WHAT TO DO:
From the entries, copy every line that carries the string "this".

Collected data
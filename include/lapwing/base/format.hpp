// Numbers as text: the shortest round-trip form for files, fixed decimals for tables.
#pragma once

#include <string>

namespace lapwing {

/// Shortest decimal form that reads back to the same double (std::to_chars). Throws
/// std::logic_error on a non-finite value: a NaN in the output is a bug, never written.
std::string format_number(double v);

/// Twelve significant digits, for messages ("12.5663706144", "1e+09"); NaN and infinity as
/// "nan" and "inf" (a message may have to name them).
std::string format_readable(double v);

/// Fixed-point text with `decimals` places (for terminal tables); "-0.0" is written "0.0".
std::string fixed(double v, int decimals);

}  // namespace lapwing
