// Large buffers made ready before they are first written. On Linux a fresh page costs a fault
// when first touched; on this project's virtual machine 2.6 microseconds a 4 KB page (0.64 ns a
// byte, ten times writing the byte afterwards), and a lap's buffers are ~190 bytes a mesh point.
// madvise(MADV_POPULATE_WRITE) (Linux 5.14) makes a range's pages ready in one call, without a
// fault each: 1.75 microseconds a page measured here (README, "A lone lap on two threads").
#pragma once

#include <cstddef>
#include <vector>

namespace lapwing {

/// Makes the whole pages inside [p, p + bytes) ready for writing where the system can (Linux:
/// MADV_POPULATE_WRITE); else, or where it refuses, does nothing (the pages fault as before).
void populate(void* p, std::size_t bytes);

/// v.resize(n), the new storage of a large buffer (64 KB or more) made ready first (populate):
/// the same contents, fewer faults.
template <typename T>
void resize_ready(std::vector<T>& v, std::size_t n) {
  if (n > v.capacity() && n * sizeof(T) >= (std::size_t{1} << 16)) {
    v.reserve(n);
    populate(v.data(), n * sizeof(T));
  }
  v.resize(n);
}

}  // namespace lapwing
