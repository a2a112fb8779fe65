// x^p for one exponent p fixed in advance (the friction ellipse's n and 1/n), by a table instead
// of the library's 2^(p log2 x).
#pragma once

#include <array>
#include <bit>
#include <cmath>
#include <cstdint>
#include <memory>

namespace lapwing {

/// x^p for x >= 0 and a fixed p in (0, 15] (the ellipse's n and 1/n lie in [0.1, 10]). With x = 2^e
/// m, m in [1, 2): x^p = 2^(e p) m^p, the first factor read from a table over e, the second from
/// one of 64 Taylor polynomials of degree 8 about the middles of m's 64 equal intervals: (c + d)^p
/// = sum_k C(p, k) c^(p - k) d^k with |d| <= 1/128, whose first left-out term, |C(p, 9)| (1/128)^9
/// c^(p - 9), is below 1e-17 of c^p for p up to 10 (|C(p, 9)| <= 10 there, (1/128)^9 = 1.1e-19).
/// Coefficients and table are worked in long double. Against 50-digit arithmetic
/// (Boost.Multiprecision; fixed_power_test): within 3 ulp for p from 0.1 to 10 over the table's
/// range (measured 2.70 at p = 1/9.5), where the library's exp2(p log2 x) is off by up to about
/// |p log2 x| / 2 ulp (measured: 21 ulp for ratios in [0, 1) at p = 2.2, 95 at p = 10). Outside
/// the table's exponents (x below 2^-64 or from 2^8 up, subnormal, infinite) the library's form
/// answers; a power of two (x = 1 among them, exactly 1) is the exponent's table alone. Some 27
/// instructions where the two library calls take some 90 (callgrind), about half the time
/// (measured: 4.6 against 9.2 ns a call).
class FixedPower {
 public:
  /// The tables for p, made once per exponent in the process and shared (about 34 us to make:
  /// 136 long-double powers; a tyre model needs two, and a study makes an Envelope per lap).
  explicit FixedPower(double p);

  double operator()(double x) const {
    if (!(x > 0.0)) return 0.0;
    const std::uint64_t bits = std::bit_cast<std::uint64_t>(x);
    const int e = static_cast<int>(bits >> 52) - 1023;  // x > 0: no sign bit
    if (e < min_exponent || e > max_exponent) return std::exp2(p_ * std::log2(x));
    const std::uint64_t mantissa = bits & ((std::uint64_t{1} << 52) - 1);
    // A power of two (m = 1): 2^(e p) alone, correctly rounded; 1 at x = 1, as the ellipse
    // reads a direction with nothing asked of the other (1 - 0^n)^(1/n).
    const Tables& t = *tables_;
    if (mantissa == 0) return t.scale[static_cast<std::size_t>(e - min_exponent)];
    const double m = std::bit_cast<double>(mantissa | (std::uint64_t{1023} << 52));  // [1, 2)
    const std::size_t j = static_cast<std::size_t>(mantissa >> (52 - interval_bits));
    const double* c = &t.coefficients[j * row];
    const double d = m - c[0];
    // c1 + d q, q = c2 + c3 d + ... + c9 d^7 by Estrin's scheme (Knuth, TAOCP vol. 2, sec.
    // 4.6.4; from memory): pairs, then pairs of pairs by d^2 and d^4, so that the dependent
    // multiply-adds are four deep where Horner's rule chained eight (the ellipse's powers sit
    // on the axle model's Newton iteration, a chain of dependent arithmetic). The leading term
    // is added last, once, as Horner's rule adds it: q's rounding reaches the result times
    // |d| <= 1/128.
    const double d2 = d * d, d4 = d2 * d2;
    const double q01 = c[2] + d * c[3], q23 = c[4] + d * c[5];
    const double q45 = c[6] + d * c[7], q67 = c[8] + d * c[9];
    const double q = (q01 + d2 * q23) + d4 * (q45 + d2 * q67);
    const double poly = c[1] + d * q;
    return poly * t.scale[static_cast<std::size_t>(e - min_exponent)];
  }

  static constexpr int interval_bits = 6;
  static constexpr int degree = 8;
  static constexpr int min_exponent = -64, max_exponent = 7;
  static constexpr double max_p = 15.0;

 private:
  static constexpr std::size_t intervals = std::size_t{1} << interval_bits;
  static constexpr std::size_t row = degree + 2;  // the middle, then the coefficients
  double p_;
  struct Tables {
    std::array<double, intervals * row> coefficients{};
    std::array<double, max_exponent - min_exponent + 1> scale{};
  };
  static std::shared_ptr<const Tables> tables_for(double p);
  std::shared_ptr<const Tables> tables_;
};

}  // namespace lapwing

--

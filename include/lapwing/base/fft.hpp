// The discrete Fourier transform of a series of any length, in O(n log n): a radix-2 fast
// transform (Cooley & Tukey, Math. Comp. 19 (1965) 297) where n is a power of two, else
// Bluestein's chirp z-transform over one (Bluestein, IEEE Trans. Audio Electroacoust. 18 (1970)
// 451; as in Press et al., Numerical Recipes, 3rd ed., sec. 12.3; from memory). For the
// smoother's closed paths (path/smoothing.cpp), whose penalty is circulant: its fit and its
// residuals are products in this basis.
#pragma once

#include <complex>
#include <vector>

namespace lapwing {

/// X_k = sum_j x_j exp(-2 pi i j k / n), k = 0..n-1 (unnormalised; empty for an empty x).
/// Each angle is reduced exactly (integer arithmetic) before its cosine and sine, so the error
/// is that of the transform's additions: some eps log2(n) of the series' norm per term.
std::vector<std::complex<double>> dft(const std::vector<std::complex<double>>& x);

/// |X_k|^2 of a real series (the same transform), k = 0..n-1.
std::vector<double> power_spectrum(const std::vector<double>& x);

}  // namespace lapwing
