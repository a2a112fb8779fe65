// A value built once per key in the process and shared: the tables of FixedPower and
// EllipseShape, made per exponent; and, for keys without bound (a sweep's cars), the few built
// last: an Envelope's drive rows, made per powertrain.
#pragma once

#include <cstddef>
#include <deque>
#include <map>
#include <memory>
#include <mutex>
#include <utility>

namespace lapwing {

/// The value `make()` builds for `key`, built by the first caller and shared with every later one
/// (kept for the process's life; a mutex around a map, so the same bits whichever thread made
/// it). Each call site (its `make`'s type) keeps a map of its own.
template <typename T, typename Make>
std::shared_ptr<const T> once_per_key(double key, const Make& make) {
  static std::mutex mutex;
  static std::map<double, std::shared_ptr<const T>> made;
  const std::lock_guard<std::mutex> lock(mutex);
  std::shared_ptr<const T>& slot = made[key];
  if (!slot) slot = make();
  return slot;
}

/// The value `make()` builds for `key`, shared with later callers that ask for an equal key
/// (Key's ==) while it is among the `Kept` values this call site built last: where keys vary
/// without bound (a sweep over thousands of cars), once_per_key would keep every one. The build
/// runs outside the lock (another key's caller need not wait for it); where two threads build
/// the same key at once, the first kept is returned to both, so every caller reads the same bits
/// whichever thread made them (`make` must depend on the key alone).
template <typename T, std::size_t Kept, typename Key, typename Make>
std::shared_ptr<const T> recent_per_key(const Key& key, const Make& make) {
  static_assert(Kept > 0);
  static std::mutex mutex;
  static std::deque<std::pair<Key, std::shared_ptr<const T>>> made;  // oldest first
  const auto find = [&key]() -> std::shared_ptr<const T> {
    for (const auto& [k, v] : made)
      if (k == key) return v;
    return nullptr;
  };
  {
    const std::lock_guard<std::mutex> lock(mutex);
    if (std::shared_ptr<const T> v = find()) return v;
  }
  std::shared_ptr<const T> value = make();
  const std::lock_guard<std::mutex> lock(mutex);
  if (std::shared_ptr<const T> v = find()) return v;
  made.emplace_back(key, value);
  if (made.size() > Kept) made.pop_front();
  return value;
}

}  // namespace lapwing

---

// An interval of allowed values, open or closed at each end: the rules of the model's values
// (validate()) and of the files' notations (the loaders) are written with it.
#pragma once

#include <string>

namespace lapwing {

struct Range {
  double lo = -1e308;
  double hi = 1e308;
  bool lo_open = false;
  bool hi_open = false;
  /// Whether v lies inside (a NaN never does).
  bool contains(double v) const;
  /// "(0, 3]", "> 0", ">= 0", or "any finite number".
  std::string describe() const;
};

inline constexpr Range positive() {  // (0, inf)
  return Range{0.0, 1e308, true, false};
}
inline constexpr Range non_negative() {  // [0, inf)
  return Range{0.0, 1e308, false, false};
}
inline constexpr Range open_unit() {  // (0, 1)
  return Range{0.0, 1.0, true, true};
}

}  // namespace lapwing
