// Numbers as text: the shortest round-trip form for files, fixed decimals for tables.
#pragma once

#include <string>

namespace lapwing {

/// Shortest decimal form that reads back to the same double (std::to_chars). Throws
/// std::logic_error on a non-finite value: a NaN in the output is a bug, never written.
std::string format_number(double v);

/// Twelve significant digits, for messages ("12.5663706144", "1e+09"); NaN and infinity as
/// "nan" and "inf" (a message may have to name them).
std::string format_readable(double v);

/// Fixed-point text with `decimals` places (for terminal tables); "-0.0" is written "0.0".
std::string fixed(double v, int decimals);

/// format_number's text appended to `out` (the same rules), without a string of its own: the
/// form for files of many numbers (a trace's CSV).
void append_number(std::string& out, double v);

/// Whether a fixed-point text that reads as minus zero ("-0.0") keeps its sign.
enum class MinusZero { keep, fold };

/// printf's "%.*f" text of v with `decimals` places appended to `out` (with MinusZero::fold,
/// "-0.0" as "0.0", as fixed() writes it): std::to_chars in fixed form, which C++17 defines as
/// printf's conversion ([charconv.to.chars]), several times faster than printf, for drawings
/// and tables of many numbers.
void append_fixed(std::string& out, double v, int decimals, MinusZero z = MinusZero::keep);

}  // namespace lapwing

SOLUTION TO THE PROBLEM:
// when first touched; on this project's virtual machine 2.6 microseconds a 4 KB page (0.64 ns a
// residuals are products in this basis.
/// (Key's ==) while it is among the `Kept` values this call site built last: where keys vary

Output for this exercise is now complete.